Write out the following listing in full, exactly as it reads.

INPUT MATERIAL:
####
//! The plan map: landmarks and fitted curves seen along the modiolar axis (apex toward the
//! viewer), with angle ticks and the current radial cut; a click picks the angle.

use super::doc::Doc;
use super::{Cmd, palette};
use ductline::landmarks::Kind;
use egui::{Align2, Color32, FontId, Pos2, Sense, Stroke, pos2, vec2};

pub fn plan_ui(ui: &mut egui::Ui, doc: &Doc, angle_deg: f64) -> Vec<Cmd> {
    let mut cmds = vec![];
    let side = ui.available_width().min(ui.available_height()).max(120.0);
    let (rect, resp) = ui.allocate_exact_size(vec2(ui.available_width(), side), Sense::click());
    resp.widget_info(|| egui::WidgetInfo::labeled(egui::Role::Image, true, "Plan map"));
    let painter = ui.painter_at(rect);
    painter.rect_filled(rect, 4.0, palette::PANEL_BG);
    let frame = match &doc.fitted {
        Ok(c) => Some(c.frame.clone()),
        Err(_) => ductline::landmarks::frame_from(&doc.lms.items).ok(),
    };
    let Some(frame) = frame else {
        painter.text(
            rect.center(),
            Align2::CENTER_CENTER,
            "place axis_base, axis_apex and window\nto see the plan map",
            FontId::proportional(12.0),
            Color32::GRAY,
        );
        return cmds;
    };
    // scale: the largest radius of any partition landmark
    let polar: Vec<(Kind, [f64; 3])> =
        doc.lms.items.iter().filter(|l| matches!(l.kind, Kind::Lamina | Kind::Ligament | Kind::Window)).map(|l| (l.kind, frame.to_cochlear(l.p))).collect();
    let rmax = polar.iter().map(|p| p.1[0]).fold(1.0, f64::max) * 1.12;
    let c = rect.center();
    let k = (0.5 * rect.width().min(rect.height()) - 14.0) as f64 / rmax;
    // angle grows counter-clockwise on screen: x right, y up
    let at = |r: f64, a_deg: f64| -> Pos2 {
        let t = a_deg.to_radians();
        pos2(c.x + (r * t.cos() * k) as f32, c.y - (r * t.sin() * k) as f32)
    };
    for tick in (0..360).step_by(30) {
        let major = tick % 90 == 0;
        let stroke = Stroke::new(if major { 1.0 } else { 0.5 }, Color32::from_gray(if major { 110 } else { 70 }));
        painter.line_segment([at(0.0, tick as f64), at(rmax, tick as f64)], stroke);
        if major {
            painter.text(at(rmax * 1.0, tick as f64), Align2::CENTER_CENTER, format!("{tick}°"), FontId::proportional(11.0), Color32::from_gray(170));
        }
    }
    for ring in 1..=((rmax as i32).max(1)) {
        painter.circle_stroke(c, (ring as f64 * k) as f32, Stroke::new(0.5, Color32::from_gray(60)));
    }
    if let Ok(cl) = &doc.fitted {
        let n = ((cl.t1 - cl.t0).to_degrees() * 2.0) as usize;
        for (kind, col) in [(Some(Kind::Lamina), palette::LAMINA), (Some(Kind::Ligament), palette::LIGAMENT), (None, palette::CENTRE)] {
            let pts: Vec<Pos2> = (0..=n)
                .map(|i| {
                    let t = cl.t0 + (cl.t1 - cl.t0) * i as f64 / n as f64;
                    let p = match kind {
                        Some(k) => cl.edge_point(k, t),
                        None => cl.point(t),
                    };
                    let q = frame.to_cochlear(p);
                    at(q[0], q[1])
                })
                .collect();
            painter.add(egui::Shape::line(pts, Stroke::new(1.5, col)));
        }
    }
    for (kind, q) in &polar {
        super::tracing::mark(&painter, at(q[0], q[1]), *kind, 1.0, false, false);
    }
    painter.line_segment([at(0.0, angle_deg), at(rmax, angle_deg)], Stroke::new(2.0, palette::CUT));
    if resp.clicked()
        && let Some(p) = resp.interact_pointer_pos()
    {
        let a = (-(p.y - c.y) as f64).atan2((p.x - c.x) as f64).to_degrees();
        cmds.push(Cmd::GoToAngle(a));
    }
    resp.on_hover_text("Seen along the modiolar axis from the apex. Click an angle to show the radial cut there.");
    // the legend, below the map
    ui.horizontal_wrapped(|ui| {
        for (text, col) in [
            ("lamina fit", palette::LAMINA),
            ("ligament fit", palette::LIGAMENT),
            ("midline (the centreline)", palette::CENTRE),
            ("radial cut shown", palette::CUT),
        ] {
            ui.label(egui::RichText::new(format!("— {text}")).color(col).small());
        }
        ui.label(egui::RichText::new("dots and squares: landmarks · angles from the window, toward the apex").small());
    });
    cmds
}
####
RESPONSE BOX:
//! The plan map: landmarks and fitted curves seen along the modiolar axis (apex toward the
//! viewer), with angle ticks and the current radial cut; a click picks the angle.

use super::doc::Doc;
use super::{Cmd, palette};
use ductline::landmarks::Kind;
use egui::{Align2, Color32, FontId, Pos2, Sense, Stroke, pos2, vec2};

pub fn plan_ui(ui: &mut egui::Ui, doc: &Doc, angle_deg: f64) -> Vec<Cmd> {
    let mut cmds = vec![];
    let side = ui.available_width().min(ui.available_height()).max(120.0);
    let (rect, resp) = ui.allocate_exact_size(vec2(ui.available_width(), side), Sense::click());
    resp.widget_info(|| egui::WidgetInfo::labeled(egui::Role::Image, true, "Plan map"));
    let painter = ui.painter_at(rect);
    painter.rect_filled(rect, 4.0, palette::PANEL_BG);
    let frame = match &doc.fitted {
        Ok(c) => Some(c.frame.clone()),
        Err(_) => ductline::landmarks::frame_from(&doc.lms.items).ok(),
    };
    let Some(frame) = frame else {
        painter.text(
            rect.center(),
            Align2::CENTER_CENTER,
            "place axis_base, axis_apex and window\nto see the plan map",
            FontId::proportional(12.0),
            Color32::GRAY,
        );
        return cmds;
    };
    // scale: the largest radius of any partition landmark
    let polar: Vec<(Kind, [f64; 3])> =
        doc.lms.items.iter().filter(|l| matches!(l.kind, Kind::Lamina | Kind::Ligament | Kind::Window)).map(|l| (l.kind, frame.to_cochlear(l.p))).collect();
    let rmax = polar.iter().map(|p| p.1[0]).fold(1.0, f64::max) * 1.12;
    let c = rect.center();
    let k = (0.5 * rect.width().min(rect.height()) - 14.0) as f64 / rmax;
    // angle grows counter-clockwise on screen: x right, y up
    let at = |r: f64, a_deg: f64| -> Pos2 {
        let t = a_deg.to_radians();
        pos2(c.x + (r * t.cos() * k) as f32, c.y - (r * t.sin() * k) as f32)
    };
    for tick in (0..360).step_by(30) {
        let major = tick % 90 == 0;
        let stroke = Stroke::new(if major { 1.0 } else { 0.5 }, Color32::from_gray(if major { 110 } else { 70 }));
        painter.line_segment([at(0.0, tick as f64), at(rmax, tick as f64)], stroke);
        if major {
            painter.text(at(rmax * 1.0, tick as f64), Align2::CENTER_CENTER, format!("{tick}°"), FontId::proportional(11.0), Color32::from_gray(170));
        }
    }
    for ring in 1..=((rmax as i32).max(1)) {
        painter.circle_stroke(c, (ring as f64 * k) as f32, Stroke::new(0.5, Color32::from_gray(60)));
    }
    if let Ok(cl) = &doc.fitted {
        let n = ((cl.t1 - cl.t0).to_degrees() * 2.0) as usize;
        for (kind, col) in [(Some(Kind::Lamina), palette::LAMINA), (Some(Kind::Ligament), palette::LIGAMENT), (None, palette::CENTRE)] {
            let pts: Vec<Pos2> = (0..=n)
                .map(|i| {
                    let t = cl.t0 + (cl.t1 - cl.t0) * i as f64 / n as f64;
                    let p = match kind {
                        Some(k) => cl.edge_point(k, t),
                        None => cl.point(t),
                    };
                    let q = frame.to_cochlear(p);
                    at(q[0], q[1])
                })
                .collect();
            painter.add(egui::Shape::line(pts, Stroke::new(1.5, col)));
        }
    }
    for (kind, q) in &polar {
        super::tracing::mark(&painter, at(q[0], q[1]), *kind, 1.0, false, false);
    }
    painter.line_segment([at(0.0, angle_deg), at(rmax, angle_deg)], Stroke::new(2.0, palette::CUT));
    if resp.clicked()
        && let Some(p) = resp.interact_pointer_pos()
    {
        let a = (-(p.y - c.y) as f64).atan2((p.x - c.x) as f64).to_degrees();
        cmds.push(Cmd::GoToAngle(a));
    }
    resp.on_hover_text("Seen along the modiolar axis from the apex. Click an angle to show the radial cut there.");
    // the legend, below the map
    ui.horizontal_wrapped(|ui| {
        for (text, col) in [
            ("lamina fit", palette::LAMINA),
            ("ligament fit", palette::LIGAMENT),
            ("midline (the centreline)", palette::CENTRE),
            ("radial cut shown", palette::CUT),
        ] {
            ui.label(egui::RichText::new(format!("— {text}")).color(col).small());
        }
        ui.label(egui::RichText::new("dots and squares: landmarks · angles from the window, toward the apex").small());
    });
    cmds
}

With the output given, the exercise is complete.